(Supplied records)
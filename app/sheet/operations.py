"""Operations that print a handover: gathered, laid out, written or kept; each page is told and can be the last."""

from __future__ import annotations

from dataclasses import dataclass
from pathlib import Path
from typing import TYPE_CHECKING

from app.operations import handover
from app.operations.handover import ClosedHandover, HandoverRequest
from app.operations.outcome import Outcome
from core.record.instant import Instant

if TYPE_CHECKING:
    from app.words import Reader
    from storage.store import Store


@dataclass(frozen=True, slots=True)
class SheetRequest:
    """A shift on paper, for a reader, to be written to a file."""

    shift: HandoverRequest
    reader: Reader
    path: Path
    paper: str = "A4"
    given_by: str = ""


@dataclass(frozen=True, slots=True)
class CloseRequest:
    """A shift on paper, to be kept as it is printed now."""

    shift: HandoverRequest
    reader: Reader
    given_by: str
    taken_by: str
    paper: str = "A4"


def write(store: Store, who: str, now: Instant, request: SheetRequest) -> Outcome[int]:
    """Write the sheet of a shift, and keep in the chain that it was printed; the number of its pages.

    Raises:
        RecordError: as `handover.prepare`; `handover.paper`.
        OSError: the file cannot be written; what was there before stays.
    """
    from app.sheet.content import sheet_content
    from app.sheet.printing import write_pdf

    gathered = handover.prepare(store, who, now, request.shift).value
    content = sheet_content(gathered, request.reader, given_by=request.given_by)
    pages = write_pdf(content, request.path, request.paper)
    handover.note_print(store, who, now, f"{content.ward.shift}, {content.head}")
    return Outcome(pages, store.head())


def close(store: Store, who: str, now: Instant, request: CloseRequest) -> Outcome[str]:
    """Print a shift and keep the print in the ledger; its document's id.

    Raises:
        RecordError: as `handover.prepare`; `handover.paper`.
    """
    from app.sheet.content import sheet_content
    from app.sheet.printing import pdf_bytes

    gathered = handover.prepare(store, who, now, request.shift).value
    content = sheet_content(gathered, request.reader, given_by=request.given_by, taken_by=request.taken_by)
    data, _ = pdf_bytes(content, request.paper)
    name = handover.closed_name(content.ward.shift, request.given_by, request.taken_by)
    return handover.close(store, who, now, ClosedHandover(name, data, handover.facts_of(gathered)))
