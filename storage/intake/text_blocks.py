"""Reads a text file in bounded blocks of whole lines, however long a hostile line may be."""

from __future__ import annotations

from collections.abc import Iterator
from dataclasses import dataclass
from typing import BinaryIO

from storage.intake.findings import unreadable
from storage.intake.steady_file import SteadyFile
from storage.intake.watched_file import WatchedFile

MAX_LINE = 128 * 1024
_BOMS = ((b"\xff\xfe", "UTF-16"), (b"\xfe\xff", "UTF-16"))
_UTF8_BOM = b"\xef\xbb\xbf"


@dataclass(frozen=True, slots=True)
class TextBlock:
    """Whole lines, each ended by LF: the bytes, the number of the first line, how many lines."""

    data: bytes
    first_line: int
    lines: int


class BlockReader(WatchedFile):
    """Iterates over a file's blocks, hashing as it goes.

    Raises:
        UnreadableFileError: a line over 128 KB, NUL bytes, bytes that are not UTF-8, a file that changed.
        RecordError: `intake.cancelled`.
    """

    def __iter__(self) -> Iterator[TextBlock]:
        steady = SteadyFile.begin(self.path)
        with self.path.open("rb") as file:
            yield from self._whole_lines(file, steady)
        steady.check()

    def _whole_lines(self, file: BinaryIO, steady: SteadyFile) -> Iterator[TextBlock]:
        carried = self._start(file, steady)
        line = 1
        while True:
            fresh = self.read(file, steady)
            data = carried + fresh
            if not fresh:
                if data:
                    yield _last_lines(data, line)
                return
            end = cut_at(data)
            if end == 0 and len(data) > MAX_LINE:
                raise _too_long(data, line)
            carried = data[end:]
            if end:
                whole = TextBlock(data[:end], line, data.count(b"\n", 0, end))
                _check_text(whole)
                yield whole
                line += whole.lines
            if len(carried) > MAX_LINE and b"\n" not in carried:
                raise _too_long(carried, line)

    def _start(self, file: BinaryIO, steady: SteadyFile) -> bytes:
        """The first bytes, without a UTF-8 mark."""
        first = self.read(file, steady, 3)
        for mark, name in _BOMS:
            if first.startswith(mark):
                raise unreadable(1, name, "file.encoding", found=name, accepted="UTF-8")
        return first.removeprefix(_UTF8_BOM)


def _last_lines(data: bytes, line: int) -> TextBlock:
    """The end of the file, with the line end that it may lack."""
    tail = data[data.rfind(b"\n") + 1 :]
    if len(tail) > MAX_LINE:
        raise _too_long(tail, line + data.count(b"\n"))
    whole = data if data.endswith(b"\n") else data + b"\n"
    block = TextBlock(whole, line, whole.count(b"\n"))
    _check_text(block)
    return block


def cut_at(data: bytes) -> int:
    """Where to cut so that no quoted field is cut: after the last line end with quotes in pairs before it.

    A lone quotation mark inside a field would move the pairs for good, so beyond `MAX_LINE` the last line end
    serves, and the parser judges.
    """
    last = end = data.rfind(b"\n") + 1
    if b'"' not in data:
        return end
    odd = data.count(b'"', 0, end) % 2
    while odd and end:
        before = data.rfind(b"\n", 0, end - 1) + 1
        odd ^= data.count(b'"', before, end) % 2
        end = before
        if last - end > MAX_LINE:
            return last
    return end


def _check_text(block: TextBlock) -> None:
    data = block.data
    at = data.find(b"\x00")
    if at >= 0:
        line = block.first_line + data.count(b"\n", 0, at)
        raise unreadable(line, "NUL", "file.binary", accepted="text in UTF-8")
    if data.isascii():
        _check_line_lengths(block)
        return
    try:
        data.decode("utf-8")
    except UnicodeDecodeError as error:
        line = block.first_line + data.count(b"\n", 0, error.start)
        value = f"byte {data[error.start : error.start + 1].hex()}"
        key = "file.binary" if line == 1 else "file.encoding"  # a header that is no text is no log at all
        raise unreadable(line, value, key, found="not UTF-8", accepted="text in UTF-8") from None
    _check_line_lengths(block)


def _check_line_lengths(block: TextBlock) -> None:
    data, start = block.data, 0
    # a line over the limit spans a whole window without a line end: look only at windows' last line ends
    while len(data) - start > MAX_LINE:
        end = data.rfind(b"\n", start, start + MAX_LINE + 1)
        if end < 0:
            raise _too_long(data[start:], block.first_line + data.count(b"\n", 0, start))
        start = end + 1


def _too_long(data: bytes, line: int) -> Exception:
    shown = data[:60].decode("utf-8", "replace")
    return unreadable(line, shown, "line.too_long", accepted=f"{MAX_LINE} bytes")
(End Supplied records)
● What needs to be done
Report the lines above that have the word "number" in them.

● The answer
    """Write the sheet of a shift, and keep in the chain that it was printed; the number of its pages.
    """Whole lines, each ended by LF: the bytes, the number of the first line, how many lines."""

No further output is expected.